#### Conference abstracts

Session B6 - Multiresolution and Adaptivity in Numerical PDEs

July 13, 14:30 ~ 14:55 - Room T1

## Local estimates for the discrete (p-)harmonic functions for fully adaptive meshes

### Lars Diening

### University of Bielefeld, Germany - lars.diening@uni-bielefeld.de

It is well known that harmonic functions and p-harmonic functions have higher interior regularity. In 1957 De~Giorgi introduced a new technique that allows for example to estimate the maximum of the solution on a ball by an mean integral of the solution on an enlarged ball. A similar result holds for $p$-harmonic functions. The proof is based on subtle Cacciopoli estimates using truncation operators. In this talk we present similar estimates for discretely harmonic and $p$-harmonic functions. Our solutions can be scalar valued as well as vector valued, which makes a big difference for~$p$-harmonic functions.
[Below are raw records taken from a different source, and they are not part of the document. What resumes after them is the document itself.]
def test_missing_counts_agree_between_sections(context):
    by_table = {m["feature"]: m["missing"] for m in context.missing}  # both name features in words
    for row in context.reliability:
        assert int(row["missing"].replace(",", "")) == by_table.get(row["label"], 0)
    assert not any("_" in m["feature"] for m in context.missing)  # no raw ids such as ppp_isolation


def test_player_page_has_the_answers(pages, demo_analysis):
    traded = demo_analysis.stints["player_id"].iloc[0]
    doc = pages[0][f"p-{traded}"]
    placed = demo_analysis.placements[demo_analysis.placements["player_id"] == traded]
    timeline = tables(doc, "timeline")[0]
    assert [row[0] for row in timeline if row[1][0] == "r"] == sorted(placed["season"])
    moves, trades = tables(doc, "pmoves")
    assert trades and all(row[3][0] == "s" for row in trades)
    # every move says its roles from -> to, each with its name on the page (chips)
    assert all(row[2][0] == "rr" for row in moves + trades)
    profile = tables(doc, "profile")[0]
    assert len(profile) == sum(PROFILE_ROWS)
    assert all(0 <= float(row[3][2]) <= 100 for row in profile)
    comparables = [c for c in blocks(doc, "p")[-1][1] if isinstance(c, list) and c[0] == "a"]
    assert len(comparables) == 5 and blocks(doc, "map")
    if demo_analysis.outlook is not None and (demo_analysis.outlook["player_id"] == traded).any():
        assert tables(doc, "poutlook")[0]


def test_path_labels_stay_apart():
    # six seasons on one spot: every label gets its own place, none on another or on a marker
    from drift.report._sketch import _LABEL_H, _LABEL_W, path_points

    pts = path_points([100.0] * 6 + [104.0], [80.0] * 6 + [82.0], [f"20{i}" for i in range(10, 17)], ["R1"] * 7,
                      {"R1": "one"})
    boxes = [(p[2], p[3] - _LABEL_H, p[2] + _LABEL_W, p[3]) for p in pts]
    for i, a in enumerate(boxes):
        for b in boxes[i + 1:]:
            assert not (a[0] < b[2] and b[0] < a[2] and a[1] < b[3] and b[1] < a[3]), (a, b)
    assert [p[4] for p in pts] == [str(y)[-2:] for y in range(2010, 2017)] and pts[0][5] == "2010: R1 one"


def test_demo_report_is_bounded(page, demo_run):
    # the front page is a fraction of the old single file, and the folder is smaller than its CSVs
    assert len(page.html.encode("utf-8")) < 2_500_000
    out = demo_run[1]
    report = sum(p.stat().st_size for p in [out / "report.html", *(out / "report-data").iterdir()])
    tables = sum(p.stat().st_size for p in out.glob("*.csv"))
    assert report < tables


@pytest.mark.parametrize("value, text", [(0.339, "34%"), (0.0, "0%"), (0.9991, "100%")])
def test_percent(value, text):
    from drift.report._fmt import percent

    assert percent(value) == text


def test_membership_and_strength_words():
    from drift.report._fmt import membership, strength

    assert membership(0.9996) == ">99%" and membership(0.5) == "50%" and membership(0.004) == "<1%"
    assert strength(0.2, 0.8, 0.01) == "within noise"
    assert strength(0.001, 3.1, 0.01) == "beyond noise"
    assert strength(1e-6, 4.8, 0.01) == "well beyond noise"
    assert strength(1e-12, 7.0, 0.01) == "far beyond noise"


def test_data_section_says_how_each_column_was_read(page):
    assert "How the columns were read" in page.body
    # the export's column, then drift's reading of it in words (no raw feature ids in the words)
    assert "share_isolation isolation share share isolation fraction 6 name pattern 'share_<type>'" in page.body
    assert "usage_pct usage rate percent 6" in page.body


def test_plain_words_come_before_method_names(page, context):
    roles = page.html[page.html.index('<section id="roles">'):page.html.index('<div class="cards">')]
    first = roles[:roles.index("<details>")]
    assert "Calinski" not in first and "gap statistic" not in first and context.role_rule_plain in first
    assert "Calinski-Harabasz" in roles[roles.index("<details>"):]  # one click away
    assert "position spread" not in page.body and "typical miss" in page.body


def test_caps_keep_the_front_page_bounded(demo_analysis, monkeypatch):
    """With the limits lowered, the demo league behaves as a large one: the front page stays bounded,
    counters know the uncut totals, and every player still has a page."""
    from drift.report import context as ctx
    from drift.report import _moves as mv
    from drift.report import _outlook as ol

    monkeypatch.setattr(ctx, "PLAYER_LIST", 40)
    monkeypatch.setattr(ol, "OUTLOOK_MAX", 30)
    monkeypatch.setattr(mv, "MAX_ROWS", 30)
    small = build_context(demo_analysis)
    n = demo_analysis.placements["player_id"].nunique()
    assert len(small.player_index) == 40 and small.players_total == n and f"{n:,}" in small.player_list_note
    assert len(small.latest_moves) == 30 and "moves.csv" in small.latest_note
    assert small.totals["tbl-latest"] > 30 and len(small.outlook) <= 30 < small.outlook_total
    html = render_report(small)
    assert f'id="tbl-latest" data-total="{small.totals["tbl-latest"]}"' in html
    # the capping note stands beside the row counter (above the table), not below its rows
    at = html.index('id="tbl-latest"')
    assert html.rfind(small.latest_note, 0, at) > html.rfind('data-table="tbl-latest"', 0, at) > 0


def test_arrivals_are_judged_on_every_season_row(context, pages, demo_analysis):
    # a bench player on the team's roster in the earlier season (below the filters there) is no
    # arrival: judged on every combined season row, placed or not, not on placements
    raw = demo_analysis.prepared.seasons.astype({"team": str})
    last_team = {(r.player_id, r.season): r.team.split("/")[-1] for r in raw.itertuples(index=False)}
    pl = demo_analysis.placements.astype({"team_first": str})
    s0, s1 = context.seasons[-2], context.seasons[-1]
    stayed = []
    for row in context.team_index:
        team = row["team"]
        now = pl[(pl["season"] == s1) & (pl["team_first"] == team)]
        truth = {p for p in now["player_id"] if last_team.get((p, s0)) != team}
        assert row["arrivals"] == len(truth), team
        doc = pages[1][row["anchor"]]
        latest = tables(doc, "movement")[0]
        assert sum(1 for r in latest if r[1] == "arrived") == len(truth)
        for movement in tables(doc, "movement"):
            stayed += [r[2] for r in movement if r[1] == "stayed"]
            assert all("not placed in both seasons" not in text(r[4]) for r in movement if r[1] == "arrived")
    assert stayed and all("on the roster in" in w for w in stayed)
    assert any(re.search(r"below the filters \(\d+\.\d minutes per game < 10\)", w) for w in stayed), stayed[:3]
Various results already exist in this direction for harmonic functions (e.g. Schatz-Wahlbin '95). However, the main obstacle in this direction even in the linear case is adaptivity. All of the results obtained so far, require that the mesh size does not vary too much locally. Our approach differs in such that we allow for arbitrary highly graded meshes (still shape regular). However, our approach uses certain properties of the Lagrange basis functions. This restrict our approach at the moment to acute meshes and linear elements. The proof of our result is based on a discretized version of the De~Giorgi technique.

Joint work with Toni Scharle (Oxford University, Great Britain).